Sein aktueller WSG-Kollege Kilian Bauernfeind (18) durchlief indes die Tiroler Talenteschiene. Das Credo des Hippachers: „Am Ende zählt die Leistung. Ich bin mit meinem Weg sehr zufrieden.“ In Tirol sei es womöglich familiärer, aber die Entscheidung habe sich für ihn auch nicht gestellt. „Schwer zu sagen, was passiert wäre, wenn Salzburg mit 15 bei mir angeklopft hätte.“ Wie viele seiner Kollegen aus den Zeiten des Akademie-Starts noch Profi-Ambitionen hätten? Mit ihm wären es derzeit fünf – im Kader des FC Wacker und der WSG. Interessant wird da diese Woche am Freitag auch das Regionalliga-Duell der beiden zweiten Teams.

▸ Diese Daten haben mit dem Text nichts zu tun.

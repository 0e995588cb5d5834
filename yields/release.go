package yields

// Species is a slot of Abundances: Metals (slot 0) is the total metal mass
// (everything heavier than helium); the other slots hold single elements,
// in the order of the species set the holder is laid out by (SpeciesSet;
// the user's choice). The named slots Hydrogen ... Iron are those of
// DefaultSpeciesSet.
type Species int

// The slots of the default species set, in the order of Abundances.
const (
	Metals Species = iota
	Hydrogen
	Helium
	Carbon
	Nitrogen
	Oxygen
	Neon
	Magnesium
	Silicon
	Sulfur
	Calcium
	Iron
	// NumSpecies is the number of slots of Abundances: the total metals
	// plus MaxElements elements.
	NumSpecies
)

var speciesSymbols = [NumSpecies]string{"Z", "H", "He", "C", "N", "O", "Ne", "Mg", "Si", "S", "Ca", "Fe"}

// Symbol is the short name of the slot in the default species set: "Z" for
// total metals, else the chemical symbol. For another set use
// SpeciesSet.Symbol.
func (s Species) Symbol() string {
	if s < 0 || s >= NumSpecies {
		return "?"
	}
	return speciesSymbols[s]
}

// Abundances holds one number per species (a mass, a yield or a fraction,
// as the holder documents).
type Abundances [NumSpecies]float64

// Channel names a source of stellar release.
type Channel int

// The release channels.
const (
	// CoreCollapse is core-collapse supernovae of massive stars (discrete events).
	CoreCollapse Channel = iota
	// TypeIa is thermonuclear supernovae from the delay-time distribution (discrete events).
	TypeIa
	// MassiveWinds is the continuous mass loss of massive stars before they explode.
	MassiveWinds
	// AGBWinds is the mass loss of intermediate- and low-mass stars on the asymptotic giant branch.
	AGBWinds
	// NumChannels is the number of channels that eject mass (the ejecta
	// of Release.Channels).
	NumChannels
)

// The channels of a population's light, which eject no mass: the feedback
// step couples them as channels of their own.
const (
	// RadiationPressure is the population's light (Release.RadiantEnergy),
	// coupled as radiation pressure.
	RadiationPressure = NumChannels + iota
	// Photoionization is the population's hydrogen-ionizing photons
	// (Release.IonizingPhotons), coupled as photoheating.
	Photoionization
	// PhotoelectricHeating is the population's far-ultraviolet light
	// (Release.FarUltravioletEnergy), coupled as photoelectric heating of
	// the gas by dust grains.
	PhotoelectricHeating
	// NumAllChannels counts every channel, the ejecta channels first.
	NumAllChannels
)

var channelNames = [NumAllChannels]string{"core-collapse", "type-ia", "massive-winds", "agb-winds",
	"radiation-pressure", "photoionization", "photoelectric-heating"}

// String is the channel's name.
func (c Channel) String() string {
	if c < 0 || c >= NumAllChannels {
		return "unknown-channel"
	}
	return channelNames[c]
}

// Discrete reports whether the channel comes as countable events (supernovae).
func (c Channel) Discrete() bool { return c == CoreCollapse || c == TypeIa }

// Ejecta is what one channel releases over an age interval, per solar mass
// of stars formed.
type Ejecta struct {
	// Events is the expected number of discrete events (supernovae) per Msun
	// formed; zero for continuous channels.
	Events float64
	// Mass is the ejected mass in Msun per Msun formed.
	Mass float64
	// Species is the ejected mass of each species in Msun per Msun formed,
	// laid out by the model's species set; Species[Metals] is the total
	// metal mass. With hydrogen and helium in the set, their masses plus
	// the metals equal Mass.
	Species Abundances
	// Energy is the energy released in erg per Msun formed: explosion energy
	// for supernovae, the kinetic energy 1/2 M v^2 of the wind for winds.
	Energy float64
	// WindSpeed is the mass-weighted mean wind speed in km/s for wind
	// channels, zero otherwise.
	WindSpeed float64
}

// Add returns the sum of two releases of the same channel. Wind speeds are
// combined so that mass and kinetic energy both add.
func (e Ejecta) Add(o Ejecta) Ejecta {
	r := Ejecta{Events: e.Events + o.Events, Mass: e.Mass + o.Mass, Energy: e.Energy + o.Energy}
	for i := range r.Species {
		r.Species[i] = e.Species[i] + o.Species[i]
	}
	if e.WindSpeed > 0 || o.WindSpeed > 0 {
		// Mass-weighted mean speed, the definition WindSpeed documents.
		if r.Mass > 0 {
			r.WindSpeed = (e.Mass*e.WindSpeed + o.Mass*o.WindSpeed) / r.Mass
		}
	}
	return r
}

// Release is everything a simple stellar population releases between two
// ages, per solar mass formed.
type Release struct {
	// Age0 and Age1 bound the interval, in Myr since formation.
	Age0, Age1 float64
	// Metallicity is the population's metal mass fraction.
	Metallicity float64
	// Channels holds the ejecta of each channel.
	Channels [NumChannels]Ejecta
	// RadiantEnergy is the bolometric energy emitted over the interval, in
	// erg per Msun formed (the time integral of the luminosity).
	RadiantEnergy float64
	// IonizingPhotons is the number of hydrogen-ionizing photons emitted over
	// the interval per Msun formed.
	IonizingPhotons float64
	// FarUltravioletEnergy is the energy emitted over the interval in the
	// far ultraviolet, between FarUltravioletMinEnergy and
	// HydrogenIonizationEnergy (6–13.6 eV), in erg per Msun formed (the time
	// integral of FarUltravioletLuminosity; part of RadiantEnergy). A table
	// without the far-ultraviolet columns gives zero.
	FarUltravioletEnergy float64
}

// Total is the sum of all channels' ejecta.
func (r Release) Total() Ejecta {
	var t Ejecta
	for _, c := range r.Channels {
		t = t.Add(c)
	}
	return t
}

// Model is a source of releases: the built-in population model or a user
// table. Ages are in Myr, metallicity is a metal mass fraction.
type Model interface {
	// Release returns what one Msun formed releases between age0 and age1.
	// Species amounts are laid out by ModelSpecies(m).
	Release(age0, age1, z float64) (Release, error)
	// Luminosity is the bolometric luminosity at an age, in Lsun per Msun formed.
	Luminosity(age, z float64) (float64, error)
	// IonizingRate is the hydrogen-ionizing photon rate at an age, in photons
	// per second per Msun formed.
	IonizingRate(age, z float64) (float64, error)
	// FarUltravioletLuminosity is the luminosity between 6 and 13.6 eV at an
	// age, in Lsun per Msun formed.
	FarUltravioletLuminosity(age, z float64) (float64, error)
}

// SpeciesModel is a Model that says which species set its releases are
// laid out by. Population and Table are.
type SpeciesModel interface {
	Model
	Species() SpeciesSet
}

// ModelSpecies is the species set of m's releases: m.Species() for a
// SpeciesModel, DefaultSpeciesSet otherwise.
func ModelSpecies(m Model) SpeciesSet {
	if sm, ok := m.(SpeciesModel); ok {
		return sm.Species()
	}
	return DefaultSpeciesSet()
}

TFV-Boss rechnet mit eigener Wacker-Akademie

Zurück zur Akademie: In Mattersburg und Ried wurden die jährlichen Kosten der Akademie mit einer Million Euro angegeben, in Tirol spricht Präsident Josef Geisler von 700.000 Euro. Doch die Zeiten ändern sich für Tirols Talente, wie der Zillertaler meint: „Ich gehe davon aus, dass der FC Wacker irgendwann eine eigene Akademie führt. Nur die ÖFB-Lizenz können sie uns aufgrund der Bestimmungen nicht nehmen.“ Ob eine Parallelstruktur sinnstiftend wäre? „Wenn beim FC Wacker der Fokus auf Tiroler Talente gelegt würde, muss man das System hinterfragen. Wenn es dort aber eine Art Red Bull B für Nicht-Tiroler wird, muss man diskutieren: Braucht das eine Unterstützung?“

Am Personal liege es jedenfalls nicht, dass manche Tiroler Talente abwandern. „Mit Roland Kirchler, Michael Baur und Andreas Spielmann haben wir bei uns Nationalspieler im Trainerteam, auch Bernhard Lampl atmet Fußball förmlich. Die Expertise ist also vorhanden.“ Und auch Akademieleiter Kirchler appelliert bei allen Vorzügen der Salzburger Akademie an die Eltern heimischer Talente, nicht in einer Traumwelt zu leben: „Man kann es auch über Tirol schaffen!“

Hatte gegen die starken Alterskollegen von Red Bull Salzburg jede Menge zu tun – Tirols AKA-U15-Goalie Maximilian Hechenblaikner musste sich oft mächtig strecken.